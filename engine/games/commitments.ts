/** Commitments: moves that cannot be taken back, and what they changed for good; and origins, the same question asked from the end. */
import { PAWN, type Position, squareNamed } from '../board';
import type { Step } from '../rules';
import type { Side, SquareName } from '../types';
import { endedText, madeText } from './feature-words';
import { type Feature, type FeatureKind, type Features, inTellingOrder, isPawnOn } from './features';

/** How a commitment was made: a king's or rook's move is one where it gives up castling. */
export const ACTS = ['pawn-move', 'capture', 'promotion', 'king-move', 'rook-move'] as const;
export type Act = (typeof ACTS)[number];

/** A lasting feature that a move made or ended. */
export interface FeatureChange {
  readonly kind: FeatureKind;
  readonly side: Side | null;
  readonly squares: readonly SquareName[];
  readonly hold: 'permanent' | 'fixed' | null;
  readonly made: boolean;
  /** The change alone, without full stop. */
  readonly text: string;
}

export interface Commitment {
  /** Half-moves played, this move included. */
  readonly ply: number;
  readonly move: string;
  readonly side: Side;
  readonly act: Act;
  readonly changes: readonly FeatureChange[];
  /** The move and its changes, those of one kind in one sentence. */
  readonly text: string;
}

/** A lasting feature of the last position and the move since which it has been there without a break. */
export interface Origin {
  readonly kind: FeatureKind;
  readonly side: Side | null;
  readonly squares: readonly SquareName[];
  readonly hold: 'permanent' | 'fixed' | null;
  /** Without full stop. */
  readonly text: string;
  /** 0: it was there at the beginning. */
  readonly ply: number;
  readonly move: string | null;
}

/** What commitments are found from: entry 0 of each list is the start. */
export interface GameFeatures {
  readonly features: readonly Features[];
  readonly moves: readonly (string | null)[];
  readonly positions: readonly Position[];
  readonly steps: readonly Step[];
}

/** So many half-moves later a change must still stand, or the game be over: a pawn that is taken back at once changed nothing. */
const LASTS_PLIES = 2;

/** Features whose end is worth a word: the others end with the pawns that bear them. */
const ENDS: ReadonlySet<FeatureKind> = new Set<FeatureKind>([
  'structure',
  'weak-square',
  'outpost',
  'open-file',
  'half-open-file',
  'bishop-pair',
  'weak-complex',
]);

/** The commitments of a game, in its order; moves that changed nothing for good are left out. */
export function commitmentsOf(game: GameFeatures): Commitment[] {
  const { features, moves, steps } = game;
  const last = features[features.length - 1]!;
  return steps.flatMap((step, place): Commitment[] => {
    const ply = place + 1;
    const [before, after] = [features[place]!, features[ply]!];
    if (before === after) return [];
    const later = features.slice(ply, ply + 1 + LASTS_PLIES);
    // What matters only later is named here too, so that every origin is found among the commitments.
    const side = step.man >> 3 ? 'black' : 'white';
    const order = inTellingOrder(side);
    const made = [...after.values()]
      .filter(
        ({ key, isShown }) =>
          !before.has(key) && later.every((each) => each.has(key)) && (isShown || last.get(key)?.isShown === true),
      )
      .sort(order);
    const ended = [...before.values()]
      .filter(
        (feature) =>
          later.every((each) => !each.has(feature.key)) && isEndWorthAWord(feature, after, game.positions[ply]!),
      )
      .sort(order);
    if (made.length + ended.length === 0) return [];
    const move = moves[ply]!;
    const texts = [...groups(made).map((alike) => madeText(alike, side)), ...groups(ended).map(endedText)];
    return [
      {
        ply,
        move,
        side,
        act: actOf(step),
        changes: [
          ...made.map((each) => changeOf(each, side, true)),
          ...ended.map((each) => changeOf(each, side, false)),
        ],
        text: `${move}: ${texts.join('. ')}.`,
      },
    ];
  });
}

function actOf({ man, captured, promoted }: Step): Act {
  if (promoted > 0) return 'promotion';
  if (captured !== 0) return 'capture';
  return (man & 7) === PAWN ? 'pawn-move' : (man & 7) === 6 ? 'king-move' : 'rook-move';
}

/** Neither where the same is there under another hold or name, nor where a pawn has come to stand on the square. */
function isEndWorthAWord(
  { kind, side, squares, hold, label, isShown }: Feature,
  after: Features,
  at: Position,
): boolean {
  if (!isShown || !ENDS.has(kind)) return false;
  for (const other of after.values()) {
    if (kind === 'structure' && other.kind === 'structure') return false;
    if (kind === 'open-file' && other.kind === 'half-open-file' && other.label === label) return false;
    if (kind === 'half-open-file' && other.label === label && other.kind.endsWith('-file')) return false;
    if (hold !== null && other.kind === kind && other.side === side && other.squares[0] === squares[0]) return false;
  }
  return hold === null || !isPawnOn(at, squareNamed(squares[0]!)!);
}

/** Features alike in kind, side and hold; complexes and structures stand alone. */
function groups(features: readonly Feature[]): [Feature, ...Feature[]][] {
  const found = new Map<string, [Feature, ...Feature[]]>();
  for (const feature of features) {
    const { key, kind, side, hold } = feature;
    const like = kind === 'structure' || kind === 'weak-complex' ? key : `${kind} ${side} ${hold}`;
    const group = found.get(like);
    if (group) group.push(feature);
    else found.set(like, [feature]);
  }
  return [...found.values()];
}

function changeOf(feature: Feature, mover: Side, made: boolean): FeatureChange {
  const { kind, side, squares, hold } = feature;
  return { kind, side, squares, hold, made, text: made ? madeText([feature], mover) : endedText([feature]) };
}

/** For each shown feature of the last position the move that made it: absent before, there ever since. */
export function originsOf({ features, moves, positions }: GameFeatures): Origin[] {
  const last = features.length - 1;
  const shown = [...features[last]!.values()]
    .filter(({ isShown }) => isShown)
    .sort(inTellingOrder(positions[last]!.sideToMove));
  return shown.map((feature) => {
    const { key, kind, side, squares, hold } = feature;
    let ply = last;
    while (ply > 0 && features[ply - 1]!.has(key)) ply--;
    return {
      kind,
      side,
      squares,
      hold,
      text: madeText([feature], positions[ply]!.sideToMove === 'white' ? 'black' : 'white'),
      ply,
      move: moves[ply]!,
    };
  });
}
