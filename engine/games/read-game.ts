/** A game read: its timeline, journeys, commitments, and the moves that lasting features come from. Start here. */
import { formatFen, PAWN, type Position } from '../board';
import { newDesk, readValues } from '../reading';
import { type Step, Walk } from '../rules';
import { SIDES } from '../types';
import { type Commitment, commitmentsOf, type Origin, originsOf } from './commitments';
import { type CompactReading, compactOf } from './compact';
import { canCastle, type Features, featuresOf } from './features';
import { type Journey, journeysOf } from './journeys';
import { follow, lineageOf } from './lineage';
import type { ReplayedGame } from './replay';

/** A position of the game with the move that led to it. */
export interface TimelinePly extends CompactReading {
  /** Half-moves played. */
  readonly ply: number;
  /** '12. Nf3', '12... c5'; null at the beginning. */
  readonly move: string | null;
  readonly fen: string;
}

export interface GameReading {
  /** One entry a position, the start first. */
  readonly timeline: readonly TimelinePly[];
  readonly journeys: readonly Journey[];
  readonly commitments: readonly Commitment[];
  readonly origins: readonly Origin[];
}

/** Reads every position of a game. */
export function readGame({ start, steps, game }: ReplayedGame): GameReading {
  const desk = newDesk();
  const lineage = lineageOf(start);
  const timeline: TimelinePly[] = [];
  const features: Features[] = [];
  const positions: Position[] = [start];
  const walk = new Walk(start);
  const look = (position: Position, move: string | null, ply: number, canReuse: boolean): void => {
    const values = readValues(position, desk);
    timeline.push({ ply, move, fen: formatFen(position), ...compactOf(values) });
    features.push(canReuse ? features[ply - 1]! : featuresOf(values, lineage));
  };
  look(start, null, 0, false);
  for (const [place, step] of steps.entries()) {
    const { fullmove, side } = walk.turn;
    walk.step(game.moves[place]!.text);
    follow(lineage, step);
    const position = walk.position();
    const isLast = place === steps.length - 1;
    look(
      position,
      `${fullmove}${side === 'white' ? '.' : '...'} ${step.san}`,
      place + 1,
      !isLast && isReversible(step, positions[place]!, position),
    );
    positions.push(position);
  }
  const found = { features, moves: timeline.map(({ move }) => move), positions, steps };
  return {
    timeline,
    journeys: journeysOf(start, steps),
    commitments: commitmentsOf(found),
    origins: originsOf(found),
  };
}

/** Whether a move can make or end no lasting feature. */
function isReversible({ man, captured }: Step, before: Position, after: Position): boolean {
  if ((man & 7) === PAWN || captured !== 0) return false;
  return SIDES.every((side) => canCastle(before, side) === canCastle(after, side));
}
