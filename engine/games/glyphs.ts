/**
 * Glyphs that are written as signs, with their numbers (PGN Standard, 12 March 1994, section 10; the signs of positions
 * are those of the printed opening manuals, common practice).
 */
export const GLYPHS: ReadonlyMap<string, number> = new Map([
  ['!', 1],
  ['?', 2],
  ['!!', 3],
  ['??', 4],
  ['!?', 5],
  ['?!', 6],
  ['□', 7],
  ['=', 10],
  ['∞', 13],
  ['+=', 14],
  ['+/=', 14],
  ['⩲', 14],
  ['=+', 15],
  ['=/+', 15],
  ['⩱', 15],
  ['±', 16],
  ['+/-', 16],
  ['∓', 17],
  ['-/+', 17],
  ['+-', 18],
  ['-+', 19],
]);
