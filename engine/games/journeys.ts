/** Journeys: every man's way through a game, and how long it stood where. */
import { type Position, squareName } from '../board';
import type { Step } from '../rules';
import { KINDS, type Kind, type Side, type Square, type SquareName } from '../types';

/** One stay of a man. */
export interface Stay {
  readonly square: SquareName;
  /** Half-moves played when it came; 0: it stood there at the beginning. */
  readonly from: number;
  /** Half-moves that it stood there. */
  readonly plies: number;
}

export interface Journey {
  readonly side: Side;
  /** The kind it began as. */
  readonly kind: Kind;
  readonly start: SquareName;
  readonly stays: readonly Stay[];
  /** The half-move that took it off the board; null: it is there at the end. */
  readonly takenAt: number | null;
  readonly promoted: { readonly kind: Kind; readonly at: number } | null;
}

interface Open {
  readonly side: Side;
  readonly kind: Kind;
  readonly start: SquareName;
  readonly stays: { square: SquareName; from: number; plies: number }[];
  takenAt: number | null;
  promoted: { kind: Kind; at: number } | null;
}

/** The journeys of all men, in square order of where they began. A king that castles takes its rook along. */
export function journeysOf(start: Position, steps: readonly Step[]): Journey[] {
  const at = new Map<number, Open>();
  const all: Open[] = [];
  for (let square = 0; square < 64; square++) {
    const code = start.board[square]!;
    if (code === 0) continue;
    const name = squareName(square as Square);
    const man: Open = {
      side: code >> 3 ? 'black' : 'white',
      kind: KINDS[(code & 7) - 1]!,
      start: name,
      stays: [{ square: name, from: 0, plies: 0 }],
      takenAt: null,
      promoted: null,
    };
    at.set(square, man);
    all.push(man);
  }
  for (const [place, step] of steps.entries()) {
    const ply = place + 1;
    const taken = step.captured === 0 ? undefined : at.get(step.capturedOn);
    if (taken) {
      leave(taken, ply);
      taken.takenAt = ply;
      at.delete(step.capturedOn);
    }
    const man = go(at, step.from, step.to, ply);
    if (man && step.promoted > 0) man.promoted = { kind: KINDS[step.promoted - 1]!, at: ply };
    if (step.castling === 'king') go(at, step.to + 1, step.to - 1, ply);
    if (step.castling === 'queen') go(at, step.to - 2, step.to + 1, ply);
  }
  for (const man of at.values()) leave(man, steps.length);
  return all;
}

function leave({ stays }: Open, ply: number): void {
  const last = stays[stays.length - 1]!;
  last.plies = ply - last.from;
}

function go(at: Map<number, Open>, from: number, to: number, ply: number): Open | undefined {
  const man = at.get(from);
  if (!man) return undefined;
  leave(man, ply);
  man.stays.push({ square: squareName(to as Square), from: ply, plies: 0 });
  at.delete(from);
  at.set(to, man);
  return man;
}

-- -- --

**Your instructions**
Check each line in the records above for the word "changes". Return those that have it.

**Answer area**
  readonly changes: readonly FeatureChange[];
  /** The move and its changes, those of one kind in one sentence. */
        changes: [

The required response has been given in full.